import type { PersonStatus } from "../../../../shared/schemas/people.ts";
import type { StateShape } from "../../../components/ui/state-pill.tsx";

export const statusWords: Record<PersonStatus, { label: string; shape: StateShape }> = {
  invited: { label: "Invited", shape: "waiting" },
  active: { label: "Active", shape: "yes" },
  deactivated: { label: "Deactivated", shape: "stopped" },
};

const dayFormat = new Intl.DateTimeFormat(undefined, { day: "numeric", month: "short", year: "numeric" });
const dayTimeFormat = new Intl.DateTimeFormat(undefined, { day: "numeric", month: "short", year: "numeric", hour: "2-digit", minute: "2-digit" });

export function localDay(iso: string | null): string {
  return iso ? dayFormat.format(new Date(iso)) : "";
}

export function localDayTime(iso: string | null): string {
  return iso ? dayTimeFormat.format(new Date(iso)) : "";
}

_Task to complete:_ Repeat all of the data exactly.

_Written answer:_
import type { PersonStatus } from "../../../../shared/schemas/people.ts";
import type { StateShape } from "../../../components/ui/state-pill.tsx";

export const statusWords: Record<PersonStatus, { label: string; shape: StateShape }> = {
  invited: { label: "Invited", shape: "waiting" },
  active: { label: "Active", shape: "yes" },
  deactivated: { label: "Deactivated", shape: "stopped" },
};

const dayFormat = new Intl.DateTimeFormat(undefined, { day: "numeric", month: "short", year: "numeric" });
const dayTimeFormat = new Intl.DateTimeFormat(undefined, { day: "numeric", month: "short", year: "numeric", hour: "2-digit", minute: "2-digit" });

export function localDay(iso: string | null): string {
  return iso ? dayFormat.format(new Date(iso)) : "";
}

export function localDayTime(iso: string | null): string {
  return iso ? dayTimeFormat.format(new Date(iso)) : "";
}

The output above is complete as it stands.